View Full Version : Wedding Gift Etiquette
ker4sureca
Jul 4, 2011, 07:58 AM
I'm a college student (working with a budget) that lives in Florida. A friend of mine is getting married in Illinois. I'm wondering if the cost of traveling to Illinois should have any effect on how much I should spend on her wedding gift. Is it rude to spend a little less considering we're paying for plane tickets too? What is acceptable?
tickle
Jul 4, 2011, 10:37 AM
Your plane tickets will be a hefty price but how much did you intend to spend on a wedding gift ? Should you not opt out on the trip and just send a nice gift; promise to see them when you can.
Tick
JudyKayTee
Jul 5, 2011, 08:24 AM
Gifts are gifts, given from the heart, not out of duty.
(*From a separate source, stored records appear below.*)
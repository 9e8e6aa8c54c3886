/* Unit tests for the timeutil module: calendar, zones, timestamps,
 * formatting, month boundaries and durations.
 *
 * References used below, named beside each check:
 *   - POSIX.1-2017, XBD sec. 4.16 "Seconds Since the Epoch": the formula
 *     from broken-down UTC time to seconds (posix_seconds() below).
 *   - ISO 8601-1:2019: the date-time forms accepted.
 *   - The Gregorian leap-year rule.
 *   - Directive 2000/84/EC: EU summer time begins at 01:00 UTC on the last
 *     Sunday of March and ends at 01:00 UTC on the last Sunday of October.
 *   - POSIX.1-2017, XBD sec. 8.3: the TZ rule forms Jn, n and Mm.w.d.
 *   - RFC 8536: the TZif file format.
 *   - The C library's localtime_r (glibc), an independent reader of the
 *     same TZif files.
 */
#include "testutil.h"

#include <dirent.h>
#include <errno.h>
#include <stdlib.h>
#include <string.h>
#include <sys/stat.h>
#include <time.h>
#include <unistd.h>

#include "sillwatch/timeutil.h"

/* ---- helpers -------------------------------------------------------------- */

/* POSIX.1-2017 XBD sec. 4.16: seconds since the Epoch from broken-down
 * UTC time, as printed in the standard (years 1970 on, where C's
 * truncating division agrees with the floor the formula means). */
static int64_t posix_seconds(int tm_year, int tm_yday, int tm_hour,
                             int tm_min, int tm_sec)
{
    return tm_sec + tm_min * INT64_C(60) + tm_hour * INT64_C(3600)
           + tm_yday * INT64_C(86400) + (tm_year - 70) * INT64_C(31536000)
           + ((tm_year - 69) / 4) * INT64_C(86400)
           - ((tm_year - 1) / 100) * INT64_C(86400)
           + ((tm_year + 299) / 400) * INT64_C(86400);
}

/* Day of the year (0-based) by the Gregorian rule, written out
 * independently of the code under test. */
static int yday_of(int y, int m, int d)
{
    static const int before[12] = { 0, 31, 59, 90, 120, 151, 181, 212, 243,
                                    273, 304, 334 };
    int leap = (y % 4 == 0 && y % 100 != 0) || y % 400 == 0;
    return before[m - 1] + d - 1 + (leap && m > 2);
}

/* Weekday (0 = Sunday) by Sakamoto's method, independent of the code
 * under test. */
static int weekday_of(int y, int m, int d)
{
    static const int t[12] = { 0, 3, 2, 5, 0, 3, 5, 1, 4, 6, 2, 4 };
    if (m < 3)
        y -= 1;
    return (y + y / 4 - y / 100 + y / 400 + t[m - 1] + d) % 7;
}

/* Parse a timestamp that must be valid. */
static sw_stamp stamp_ok(const char *text)
{
    sw_stamp st;
    sw_error err;

    sw_error_clear(&err);
    if (sw_stamp_parse(text, strlen(text), &st, &err) != SW_OK) {
        print_error("'%s': %s\n", text, err.message);
        fail();
    }
    return st;
}
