/* A text as a CSS string's content: every character but letters, digits
 * and spaces as a hexadecimal escape of its code point (invalid UTF-8 as
 * U+FFFD), so that no quote, backslash or markup character survives. */
static void css_string(FILE *fp, const char *s)
{
    const unsigned char *p = (const unsigned char *)s;
    while (*p != '\0') {
        unsigned long cp = 0xFFFD;
        size_t len = 1;
        if (*p < 0x80) {
            cp = *p;
        } else {
            size_t need = (*p & 0xE0) == 0xC0 ? 2 : (*p & 0xF0) == 0xE0 ? 3
                          : (*p & 0xF8) == 0xF0 ? 4 : 0;
            unsigned long v = need == 2 ? (*p & 0x1Fu) : need == 3
                              ? (*p & 0x0Fu) : (*p & 0x07u);
            size_t i = 1;
            for (; need > 0 && i < need && (p[i] & 0xC0) == 0x80; i++)
                v = (v << 6) | (p[i] & 0x3Fu);
            if (need > 0 && i == need && v >= 0x80 && v <= 0x10FFFF &&
                !(v >= 0xD800 && v <= 0xDFFF)) {
                cp = v;
                len = need;
            }
        }
        if ((cp >= '0' && cp <= '9') || (cp >= 'A' && cp <= 'Z') ||
            (cp >= 'a' && cp <= 'z') || cp == ' ')
            fputc((int)cp, fp);
        else if (cp >= 0x20 && cp != 0x7F)
            fprintf(fp, "\\%lX ", cp);
        else
            fputs("\\FFFD ", fp);
        p += len;
    }
}

/* ---- writing: axes ------------------------------------------------------ */

/* A plot area and the value ranges it shows. */
typedef struct frame {
    double x0, x1, y0, y1;   /* plot area, SVG units (y0 top) */
    double vx0, vx1;         /* values at x0 and x1 */
    double vy0, vy1;         /* values at the bottom and the top */
} frame;

static double fx(const frame *f, double v)
{
    return f->x0 + (v - f->vx0) / (f->vx1 - f->vx0) * (f->x1 - f->x0);
}

static double fy(const frame *f, double v)
{
    double y = f->y1 - (v - f->vy0) / (f->vy1 - f->vy0) * (f->y1 - f->y0);
    /* far outside values are drawn just outside the clipped area */
    return fmax(f->y0 - 50.0, fmin(f->y1 + 50.0, y));
}

/* A "nice" tick step (1, 2 or 5 times a power of ten) giving about n
 * intervals over `range` (common practice for chart axes, no source). */
static double nice_step(double range, int n)
{
    double raw = range / n, p = pow(10.0, floor(log10(raw))), f = raw / p;
    return (f <= 1.0 ? 1.0 : f <= 2.0 ? 2.0 : f <= 5.0 ? 5.0 : 10.0) * p;
}

static int decimals_for(double step)
{
    int d = (int)-floor(log10(step) + 1e-9);
    return d < 0 ? 0 : d > 6 ? 6 : d;
}

/* Widen [*lo, *hi] to whole ticks of a nice step; returns the step. */
static double nice_range(double *lo, double *hi, int n)
{
    if (!(*hi > *lo)) {
        double mid = *lo, half = fmax(0.5, fabs(mid) * 0.05);
        *lo = mid - half;
        *hi = mid + half;
    }
    double step = nice_step(*hi - *lo, n);
    *lo = floor(*lo / step + 1e-9) * step;
    *hi = ceil(*hi / step - 1e-9) * step;
    return step;
}

static void y_axis(FILE *fp, const frame *f, double step, const char *title)
{
    int d = decimals_for(step);
    for (double v = f->vy0; v <= f->vy1 + step * 1e-6; v += step) {
        double y = fy(f, v);
        fprintf(fp, "<line class=\"grid\" x1=\"%.1f\" y1=\"%.1f\" x2=\"%.1f\" "
                "y2=\"%.1f\"/>", f->x0, y, f->x1, y);
        fprintf(fp, "<text class=\"tick\" x=\"%.1f\" y=\"%.1f\" "
                "text-anchor=\"end\">%.*f</text>\n", f->x0 - 5, y + 4, d,
                fabs(v) < step * 1e-6 ? 0.0 : v);
    }
    fprintf(fp, "<text class=\"axis\" transform=\"translate(%.1f %.1f) "
            "rotate(-90)\" text-anchor=\"middle\">", f->x0 - 48,
            (f->y0 + f->y1) / 2);
    esc(fp, title);
    fputs("</text>\n", fp);
}

static void x_axis(FILE *fp, const frame *f, double step, const char *title)
{
    int d = decimals_for(step);
    for (double v = f->vx0; v <= f->vx1 + step * 1e-6; v += step) {
        double x = fx(f, v);
        fprintf(fp, "<line class=\"grid\" x1=\"%.1f\" y1=\"%.1f\" x2=\"%.1f\" "
                "y2=\"%.1f\"/>", x, f->y0, x, f->y1);
        fprintf(fp, "<text class=\"tick\" x=\"%.1f\" y=\"%.1f\" "
                "text-anchor=\"middle\">%.*f</text>\n", x, f->y1 + 16, d,
                fabs(v) < step * 1e-6 ? 0.0 : v);
    }
    fprintf(fp, "<text class=\"axis\" x=\"%.1f\" y=\"%.1f\" "
            "text-anchor=\"middle\">", (f->x0 + f->x1) / 2, f->y1 + 34);
    esc(fp, title);
    fputs("</text>\n", fp);
}

/* Calendar ticks for a time axis, in the site's zone. */
enum { TK_HOUR, TK_DAY, TK_MONTH, TK_YEAR };
typedef struct tstep {
    int kind, n;
    double approx_ms;
} tstep;

static sw_time_ms to_utc(const sw_zone *z, sw_time_ms wall)
{
    sw_time_ms u[SW_ZONE_MAX_SHOWN];
    if (z == NULL)
        return wall;
    if (sw_zone_local_to_utc(z, wall, u) >= 1)
        return u[0];
    /* in a skipped hour: the instant an hour on shows the next wall time */
    if (sw_zone_local_to_utc(z, wall + SW_MS_PER_HOUR, u) >= 1)
        return u[0] - SW_MS_PER_HOUR;
    return wall;
}

static sw_time_ms floor_div(sw_time_ms a, sw_time_ms b)
{
    sw_time_ms q = a / b;
    return (a % b != 0 && (a < 0) != (b < 0)) ? q - 1 : q;
}
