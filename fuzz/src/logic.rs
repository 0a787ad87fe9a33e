//! The checks of the `logic` target: a function built from the input bytes
//! goes through every operation of `implica_logic`, and the results must
//! agree with the function and with each other.

use implica_logic::{
    BoolExpr, Budget, Cover, Cube, Effort, GateKind, GateNetwork, TruthTable,
    classify_redundant_terms, hazard_free_cover, minimize_heuristic, minimize_multi, minimize_pos,
    minimize_sop, redundant_literals, static1_hazards,
};

/// Most inputs of a fuzzed function: 9 keeps an exact minimization with
/// the default budget to a few milliseconds, so the fuzzer stays fast.
pub const MAX_INPUTS: usize = 9;

/// The function a fuzz input stands for: byte 0 picks the number of inputs
/// (1 to [`MAX_INPUTS`]), byte 1 a budget, and from byte 2 on, two bits
/// per input row give its value: `00` and `11` off, `01` on, `10`
/// don't-care. Rows past the input's end are off. A second output (for the
/// multi-output check) is read the same way from where the first ends.
pub struct Case {
    /// Inputs of both outputs.
    pub vars: usize,
    /// The budget the checks run a second minimization with, beside the
    /// default one.
    pub budget: Budget,
    /// On-set and don't-cares of the two outputs.
    pub outputs: [(TruthTable, TruthTable); 2],
}

impl Case {
    /// Decodes a fuzz input.
    pub fn from_bytes(data: &[u8]) -> Case {
        let vars = 1 + data.first().map_or(0, |&b| b as usize % MAX_INPUTS);
        let budget = match data.get(1).map_or(0, |&b| b % 4) {
            0 => Budget::default(),
            1 => Budget {
                max_work: 0,
                ..Budget::default()
            },
            2 => Budget {
                max_work: 2_000,
                ..Budget::default()
            },
            _ => Budget {
                max_nodes: 1,
                ..Budget::default()
            },
        };
        let rows = 1usize << vars;
        let bits = data.get(2..).unwrap_or(&[]);
        let row = |k: usize| bits.get(k / 4).map_or(0, |&b| (b >> (2 * (k % 4))) & 3);
        let table = |first: usize| {
            let mut on = TruthTable::zero(vars);
            let mut dc = TruthTable::zero(vars);
            for m in 0..rows {
                match row(first + m) {
                    1 => on.set(m, true),
                    2 => dc.set(m, true),
                    _ => {}
                }
            }
            (on, dc)
        };
        Case {
            vars,
            budget,
            outputs: [table(0), table(rows)],
        }
    }
}

/// `cover` is 1 wherever `on` is required and 0 wherever the function is 0.
fn assert_implements(cover: &TruthTable, on: &TruthTable, dc: &TruthTable, what: &str) {
    assert!(
        cover.covers(&on.and_not(dc)),
        "{what} misses a required row"
    );
    assert!(
        on.or(dc).covers(cover),
        "{what} is 1 on a row where the function is 0"
    );
}

/// Every cube of `cover` lies in `allowed` and is maximal there: dropping
/// any one of its literals leaves `allowed`.
fn assert_primes(cover: &Cover, allowed: &TruthTable, what: &str) {
    let vars = cover.vars;
    for c in &cover.cubes {
        assert!(
            allowed.covers(&c.truth_table(vars)),
            "{what}: {c:?} is not an implicant"
        );
        for i in 0..vars {
            if c.literal_of(i).is_some() {
                let grown = Cube {
                    zero: c.zero | 1 << i,
                    one: c.one | 1 << i,
                };
                assert!(
                    !allowed.covers(&grown.truth_table(vars)),
                    "{what}: {c:?} is not prime (input {i} can go)"
                );
            }
        }
    }
}

/// Runs every check on the function `data` stands for; panics on the first
/// that fails.
pub fn check_logic(data: &[u8]) {
    let case = Case::from_bytes(data);
    let vars = case.vars;
    let (on, dc) = &case.outputs[0];
    let allowed = on.or(dc);
    let off = !&allowed;

    // Exact sum of products, with the default budget and with the case's.
    let best = minimize_sop(on, dc, &Budget::default()).expect("within the default budget");
    let quick = minimize_sop(on, dc, &case.budget).expect("within the case's budget");
    for (m, what) in [
        (&best, "sum of products"),
        (&quick, "sum of products, case budget"),
    ] {
        assert_implements(&m.cover.truth_table(), on, dc, what);
        assert_primes(&m.cover, &allowed, what);
        assert!(
            m.lower_bound <= m.cover.len(),
            "{what}: bound above the cover"
        );
        assert!(
            !m.proven_minimal || m.lower_bound == m.cover.len(),
            "{what}: proven, yet below its bound"
        );
        assert!(
            redundant_literals(&m.cover, dc).is_empty(),
            "{what}: a prime has a redundant literal"
        );
    }
    // The two searches bound each other: no cover is below either's bound.
    assert!(quick.lower_bound <= best.cover.len() && best.lower_bound <= quick.cover.len());
    if best.proven_minimal {
        assert!(
            quick.cover.len() > best.cover.len() || quick.cover.literals() >= best.cover.literals()
        );
        assert!(
            classify_redundant_terms(&best.cover, dc).is_empty(),
            "a minimal cover has a redundant term"
        );
        if quick.proven_minimal {
            assert_eq!(
                (quick.cover.len(), quick.cover.literals()),
                (best.cover.len(), best.cover.literals())
            );
        }
    }

    // Product of sums: its cubes are the complement's terms.
    let pos = minimize_pos(on, dc, &Budget::default()).expect("within the default budget");
    assert_implements(&!&pos.cover.truth_table(), on, dc, "product of sums");
    assert_primes(&pos.cover, &off.or(dc), "product of sums");

    // The heuristic, from the on-set's minterms: never larger, never wrong,
    // never below the exact search's proven bound.
    let minterms = Cover::from_truth_table;
    let start = minterms(&on.and_not(dc));
    let h = minimize_heuristic(&start, &minterms(dc), &mut Effort::new(5_000_000))
        .expect("not cancelled");
    assert_implements(&h.cover.truth_table(), on, dc, "heuristic");
    assert!(h.cover.len() <= start.len(), "the heuristic grew the cover");
    assert!(
        h.cover.len() >= best.lower_bound,
        "the heuristic beat a proven bound"
    );
    assert!(
        h.lower_bound <= best.cover.len(),
        "the heuristic's bound is above a cover"
    );
    if h.proven_minimal && best.proven_minimal {
        assert_eq!(
            (h.cover.len(), h.cover.literals()),
            (best.cover.len(), best.cover.literals()),
            "the heuristic's proof disagrees with the exact one"
        );
    }

    // Hazard-free cover: the same function, with no static-1 hazard left.
    let free = hazard_free_cover(&best.cover, on, dc, &Budget::default())
        .expect("the cover is the function");
    assert_implements(&free.truth_table(), on, dc, "hazard-free cover");
    assert!(static1_hazards(&free, dc).is_empty(), "a hazard is left");
    assert!(free.len() >= best.cover.len());

    // NAND-only and NOR-only networks compute the expression they came from.
    let e = BoolExpr::from_cover(&best.cover);
    let want = e.truth_table(vars);
    for kind in [GateKind::Nand, GateKind::Nor] {
        let net = GateNetwork::from_expr(&e, kind);
        assert!(net.uses_only(kind));
        assert_eq!(
            net.truth_table(vars).expect("inputs in range"),
            want,
            "{kind:?} network"
        );
    }

    // Both outputs together: each is right, and sharing never costs more
    // terms than minimizing them one by one.
    let multi =
        minimize_multi(&case.outputs, &Budget::default()).expect("within the default budget");
    for (i, (on, dc)) in case.outputs.iter().enumerate() {
        assert_implements(&multi.cover(i).truth_table(), on, dc, "multi-output cover");
    }
    assert!(multi.lower_bound <= multi.terms.len());
    assert!(
        multi.terms.len() <= multi.separate_terms,
        "sharing cost more terms"
    );
}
I think you give what you can afford.
That might be $X if you don't go and $X minus the plane tickets if you do go.
I don't think you owe an explanation and a friend would understand.
Synnen
Jul 5, 2011, 08:37 AM
Gifts are just that--gifts.
There are several inexpensive options for truly memorable gifts when you are already spending a lot on plane tickets.
You spend what you can afford, and whether you have plane tickets only affects the amount you can afford. You owe no explanation to the wedding couple.
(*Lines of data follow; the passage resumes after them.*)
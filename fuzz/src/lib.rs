//! The fuzz targets' input builders. The properties the syntax targets
//! check live in `implica_syntax::invariants`, shared with the regression
//! tests; those of the `logic` target in [`logic`].

pub mod logic;

pub use implica_syntax::invariants::{check_bytes, check_text};

/// The pieces that [`tokens_to_text`] maps input bytes to: names, keywords,
/// punctuation, numbers and trivia of the language.
#[rustfmt::skip]
pub const ALPHABET: &[&str] = &[
    // names
    "a", "b", "c", "sig_1",
    // keywords
    "input", "output", "let", "table", "never", "assert", "expect", "on", "off", "dc", "over",
    "unlisted", "not", "and", "or", "xor", "nand", "nor", "xnor",
    // punctuation
    "(", ")", "{", "}", ",", "->", "-", "..", "=", "==", "!=", "=>", "!", "&", "|", "^",
    // numbers
    "0", "1", "01", "0x1F", "12",
    // trivia
    " ", "\n", "# c\n",
];

/// Builds source text by mapping each byte to a piece of [`ALPHABET`], so
/// that random bytes make text the grammar gets further into.
pub fn tokens_to_text(bytes: &[u8]) -> String {
    let mut text = String::new();
    for &b in bytes {
        text.push_str(ALPHABET[b as usize % ALPHABET.len()]);
    }
    text
}
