//! Multi-output minimization: several functions of the same inputs, each
//! with its own don't-cares, as sums of products drawing on one shared set
//! of product terms (as in a programmable logic array, where a term is
//! built once and may feed every output).
//!
//! Cost: fewest distinct product terms, then fewest literals over the
//! distinct terms (each term's literals counted once, however many outputs
//! use it). The columns of the cover search are the multi-output prime
//! implicants: for every set of outputs, the primes of the product of their
//! care sets, each tagged with every output it lies inside. A minimum
//! solution needs no other terms, since any term can grow to such a prime
//! without losing an output or gaining a literal.
//!
//! ```
//! use implica_logic::{Budget, TruthTable, minimize_multi};
//! // Over (a, b, c): x = a&b | !a&c (rows 1, 3, 6, 7) and y = a&b | b&c
//! // (rows 3, 6, 7). Alone they take 2 + 2 terms; together a&b is built once.
//! let none = TruthTable::zero(3);
//! let x = TruthTable::from_minterms(3, &[1, 3, 6, 7]);
//! let y = TruthTable::from_minterms(3, &[3, 6, 7]);
//! let m = minimize_multi(&[(x, none.clone()), (y, none)], &Budget::default()).unwrap();
//! assert!(m.proven_minimal);
//! assert_eq!((m.terms.len(), m.separate_terms), (3, 4));
//! assert_eq!(m.shared().len(), 1);
//! ```

use crate::minimize::{
    Implicant, PASSES_SHARE, Stop, Stopped, isolated, never, pack_rows, primes_and_work,
    solve_cover, sop,
};
use crate::{Budget, Cover, Cube, Interrupted, Minimized, TooLarge, TruthTable};
use std::collections::HashSet;

/// Most outputs minimized together (the prime generation visits sets of
/// outputs).
pub const MAX_OUTPUTS: usize = 16;

/// Several outputs minimized together, with the certificate.
#[derive(Debug, Clone)]
pub struct MultiMinimized {
    /// Inputs of every output.
    pub vars: usize,
    /// The distinct product terms, ascending.
    pub terms: Vec<Cube>,
    /// For each output, the indices in `terms` of the terms it sums.
    pub uses: Vec<Vec<usize>>,
    /// Whether no solution has fewer distinct terms, or as many and fewer
    /// literals.
    pub proven_minimal: bool,
    /// Fewest distinct terms any solution needs, as proven (equals
    /// `terms.len()` when `proven_minimal`).
    pub lower_bound: usize,
    /// Number of multi-output prime implicants.
    pub primes: usize,
    /// Terms of the outputs minimized one at a time, summed over outputs.
    pub separate_terms: usize,
    /// Literals of the outputs minimized one at a time, summed over outputs.
    pub separate_literals: usize,
}

impl MultiMinimized {
    /// The sum of products of output `output`.
    pub fn cover(&self, output: usize) -> Cover {
        Cover {
            vars: self.vars,
            cubes: self.uses[output].iter().map(|&t| self.terms[t]).collect(),
        }
    }

    /// Literals over the distinct terms.
    pub fn literals(&self) -> usize {
        self.terms.iter().map(|c| c.literals(self.vars)).sum()
    }

    /// Indices in `terms` of the terms used by more than one output.
    pub fn shared(&self) -> Vec<usize> {
        let mut count = vec![0usize; self.terms.len()];
        for uses in &self.uses {
            for &t in uses {
                count[t] += 1;
            }
        }
        (0..self.terms.len()).filter(|&t| count[t] > 1).collect()
    }
}

fn refuse(reason: String, outputs: &[(TruthTable, TruthTable)]) -> TooLarge {
    let vars = outputs.first().map_or(0, |o| o.0.vars());
    let parts: Vec<TooLarge> = outputs
        .iter()
        .map(|(on, dc)| TooLarge::of(String::new(), on, dc))
        .collect();
    let mut support: Vec<usize> = parts.iter().flat_map(|p| p.support.clone()).collect();
    support.sort_unstable();
    support.dedup();
    // A minterm isolated in an output is a term of its own there; the
    // outputs may share it, so the bound counts each such minterm once.
    let lower_bound = if outputs
        .iter()
        .all(|(on, dc)| on.vars() == vars && dc.vars() == vars)
    {
        outputs
            .iter()
            .fold(TruthTable::zero(vars), |acc, (on, dc)| {
                acc.or(&isolated(on, dc))
            })
            .count_ones()
    } else {
        0
    };
    TooLarge {
        reason,
        vars,
        on_set: parts.iter().map(|p| p.on_set).sum(),
        support,
        lower_bound,
    }
}

/// Minimizes the outputs `(on, dc)` together: output `i` must be 1 on
/// `on_i` outside `dc_i`, 0 outside `on_i | dc_i`, and is free on `dc_i`.
/// Each output is first minimized alone (for the comparison and a bound),
/// then the shared cover is searched; each of these gets the whole budget,
/// except `max_primes`, which counts the primes of every set of outputs
/// together. The sets of outputs, up to 2^outputs of them (outputs that
/// leave a set's product as it is are not branched on), have their table
/// work counted against four times `max_work`: past it, the separate
/// covers come back put together, not proven minimal, with the largest
/// of their bounds.
pub fn minimize_multi(
    outputs: &[(TruthTable, TruthTable)],
    budget: &Budget,
) -> Result<MultiMinimized, TooLarge> {
    multi(outputs, budget, &never).map_err(Stopped::too_large)
}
Personally, I go for something personal but inexpensive (and easy to transport!) when I am travelling to a wedding. One of my favorite gifts is to get a wedding momento--like a First Christmas Together Christmas ornament, or a something embroidered with their wedding date and names---something personalized but not expensive.
Of course, hand making gifts is also another option, and can be given with love.
southamerica
Jul 5, 2011, 09:09 AM
I agree that you should give what you can afford. Even if you can only afford something small. As long as it is given from your heart and with love, the bride and groom will love it.
I doubt they'd be opening presents with a calculator out, tallying up how much each guest spent on them.